#### [What is being asked]
Write out the data below exactly, beginning with the first line and ending once the line that has "flush(i - 1)" is written.

#### [Saved data entries]

// ctlRuns reports maximal runs of at least minLen points with the same
// non-zero class. With bothSides, the class is a side (±1) and a run is
// any stretch of non-zero classes that holds both signs.
func ctlRunsOld(out []Signal, code []uint8, rule string, minLen int, what uint8, bothSides bool) []Signal {
	n := len(code)
	start, cur := 0, 0
	seen := [2]bool{}
	flush := func(end int) {
		if cur == 0 || end-start+1 < minLen {
			return
		}
		side := cur
		if bothSides {
			if !(seen[0] && seen[1]) {
				return
			}
			side = 0
		}
		if side == 2 {
			side = 0
		}
		out = append(out, Signal{Rule: rule, Side: side, First: start, Last: end})
	}
	for i := 0; i < n; i++ {
		c := ctlClass(code[i], what)
		same := c == cur
		if bothSides {
			same = (c != 0) == (cur != 0)
		}
		if !same {
			flush(i - 1)
			start, cur, seen = i, c, [2]bool{}
		}
		if bothSides && c != 0 {
			cur = 1
			if c > 0 {
				seen[1] = true
			} else {
				seen[0] = true
			}
		}
	}
	flush(n - 1)
	return out
}

// ctlSteps reports maximal stretches of points whose steps all go the same
// way (trend: every step up, or every step down) or alternate (every step
// the opposite of the one before); a zero step ends a stretch. A stretch
// of p points has p − 1 steps.
func ctlStepsOld(out []Signal, x []float64, rule string, minPts int, alternate bool) []Signal {
	n := len(x)
	if n < 2 {
		return out
	}
	step := func(j int) int { // step from x[j-1] to x[j]
		switch {
		case x[j] > x[j-1]:
			return 1
		case x[j] < x[j-1]:
			return -1
		}
		return 0
	}
	start := 0 // first point of the current stretch
	prev := 0  // previous step
	flush := func(last int) {
		if prev != 0 && last-start+1 >= minPts {
			side := 0
			if !alternate {
				side = prev
			}
			out = append(out, Signal{Rule: rule, Side: side, First: start, Last: last})
		}
	}
	for j := 1; j < n; j++ {
		d := step(j)
		cont := d != 0 && prev != 0 && ((!alternate && d == prev) || (alternate && d == -prev))
		if !cont {
			flush(j - 1)
			start = j - 1
			if d == 0 {
				start = j
			}
		}
		prev = d
	}
	flush(n - 1)
	return out
}

func ctlSameSignals(t *testing.T, x []float64, centre float64, sigma []float64, s SignalSettings) {
	t.Helper()
	want, err1 := ctlSignalsOld(x, centre, sigma, s)
	got, err2 := Signals(x, centre, sigma, s)
	if (err1 == nil) != (err2 == nil) {
		t.Fatalf("errors differ: %v / %v", err1, err2)
	}
	if !reflect.DeepEqual(want, got) {
		t.Fatalf("signals differ on %v (centre %g, sigma %v):\nwant %+v\ngot  %+v", x, centre, sigma, want, got)
	}
}

func FuzzScanSignals(f *testing.F) {
	f.Add([]byte{1, 2, 3, 200, 4, 5, 6, 7, 8, 9, 10, 30, 31, 32, 33, 34, 35}, uint8(10), uint8(3), false)
	f.Add(make([]byte, 64), uint8(0), uint8(0), true)
	long := make([]byte, 300) // several words of 64 points
	for i := range long {
		long[i] = byte(i*37%251) / 4
	}
	f.Add(long, uint8(16), uint8(9), false)
	f.Fuzz(func(t *testing.T, data []byte, sig uint8, runs uint8, perPoint bool) {
		x := make([]float64, len(data))
		sigma := []float64{float64(sig) / 16}
		if perPoint {
			sigma = make([]float64, len(data))
		}
		for i, b := range data {
			x[i] = float64(int8(b)) / 16
			if perPoint {
				sigma[i] = float64((int(b)*7+int(sig))%13) / 8
			}
		}
		s := DefaultSignalSettings()
		if r := int(runs % 20); r > 0 {
			s.SameSideRun, s.TrendRun, s.AlternatingRun, s.HuggingRun, s.AvoidRun = r, r, r, r, r
		}
		if runs&32 != 0 {
			s.TwoOfThree, s.Trend = false, false
		}
		ctlSameSignals(t, x, 0, sigma, s)
	})
}

// TestScanSignalsAgrees: the fused pass gives the signals of the checks run
// one by one, on random walks and in-control series with every check on
// and several run lengths.
func TestScanSignalsAgrees(t *testing.T) {
	for seed := uint64(1); seed <= 40; seed++ {
		x := ctlRandomSeries(seed, 3000)
		if seed%2 == 0 {
			x = append(x, ctlLongRuns(seed)...)
		}
		for _, r := range []int{0, 1, 2, 3, 7, 63, 64, 65, 70, 130} {
			s := DefaultSignalSettings()
			s.SameSideRun, s.TrendRun, s.AlternatingRun, s.HuggingRun, s.AvoidRun = r, r, r, r, r
			ctlSameSignals(t, x, 0, []float64{1}, s)
			ctlSameSignals(t, x, 0.3, []float64{0.7}, s)
		}
		sig := make([]float64, len(x))
		for i := range sig {
			sig[i] = 0.5 + float64(i%4)/4
		}
		ctlSameSignals(t, x, 0, sig, DefaultSignalSettings())
	}
}

// ctlRandomSeries mixes in-control stretches, shifts, drifts, repeated
// values and alternation, so that every check fires.
func ctlRandomSeries(seed uint64, n int) []float64 {
	r := rand.New(rand.NewPCG(seed, 7))
	x := make([]float64, n)
	level := 0.0
	for i := range x {
		switch r.IntN(200) {
		case 0:
			level = r.NormFloat64() * 1.5
		case 1:
			level = 0
		}
		v := level + r.NormFloat64()
		switch i % 97 {
		case 10, 11, 12:
			v = math.Round(v)
		}
		if i%500 > 480 {
			v = float64(i%2)*2 - 1
		}
		x[i] = math.Round(v*8) / 8
	}
	return x
}

// TestScanAtVisits: the fused pass, each scan on its own (the other's
// visit nil), gives the values of the full reference scans at the points
// asked for, at every point beyond and at the point after each, and at no
// other point.
func TestScanAtVisits(t *testing.T) {
	x := ctlRandomSeries(3, 5000)
	at := []int{0, 7, 8, 500, 2001, 4999}
	want := func(i int, beyond, was bool) bool {
		_, listed := slicesIndex(at, i)
		return listed || beyond || was
	}
	type ev struct {
		i    int
		a, b float64
		n    int32
		out  bool
	}
	var full, got []ev
	was := false
	if err := ewmaScanOld(x, 0, 1, 0.2, 3, nil, true, func(i int, z float64, out bool) {
		if want(i, out, was) {
			full = append(full, ev{i: i, a: z, out: out})
		}
		was = out
	}); err != nil {
		t.Fatal(err)
	}
	if err, _ := EWMACUSUMScanAt(x, 0, 1, 0.2, 3, 0, 0, at, func(i int, z float64, out bool) { got = append(got, ev{i: i, a: z, out: out}) }, nil); err != nil {
		t.Fatal(err)
	}
	if !reflect.DeepEqual(full, got) || len(got) < len(at)+2 {
		t.Fatalf("EWMA: %d visits, want %d", len(got), len(full))
	}
	full, got, was = nil, nil, false
	if err := cusumScanOld(x, 0, 1, 0.5, 4, nil, true, func(i int, up, lo float64, nu, nl int32, out bool) {
		if want(i, out, was) {
			full = append(full, ev{i, up, lo, nu - nl, out})
		}
		was = out
	}); err != nil {
		t.Fatal(err)
	}
	if _, err := EWMACUSUMScanAt(x, 0, 1, 0, 0, 0.5, 4, at, nil, func(i int, up, lo float64, nu, nl int32, out bool) {
		got = append(got, ev{i, up, lo, nu - nl, out})
	}); err != nil {
		t.Fatal(err)
	}
	if !reflect.DeepEqual(full, got) || len(got) < len(at)+2 {
		t.Fatalf("CUSUM: %d visits, want %d", len(got), len(full))
	}
}

func slicesIndex(s []int, v int) (int, bool) {
	for k, x := range s {
		if x == v {
			return k, true
		}
	}
	return -1, false
}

#### [Reply to the exercise]
// ctlRuns reports maximal runs of at least minLen points with the same
// non-zero class. With bothSides, the class is a side (±1) and a run is
// any stretch of non-zero classes that holds both signs.
func ctlRunsOld(out []Signal, code []uint8, rule string, minLen int, what uint8, bothSides bool) []Signal {
	n := len(code)
	start, cur := 0, 0
	seen := [2]bool{}
	flush := func(end int) {
		if cur == 0 || end-start+1 < minLen {
			return
		}
		side := cur
		if bothSides {
			if !(seen[0] && seen[1]) {
				return
			}
			side = 0
		}
		if side == 2 {
			side = 0
		}
		out = append(out, Signal{Rule: rule, Side: side, First: start, Last: end})
	}
	for i := 0; i < n; i++ {
		c := ctlClass(code[i], what)
		same := c == cur
		if bothSides {
			same = (c != 0) == (cur != 0)
		}
		if !same {
			flush(i - 1)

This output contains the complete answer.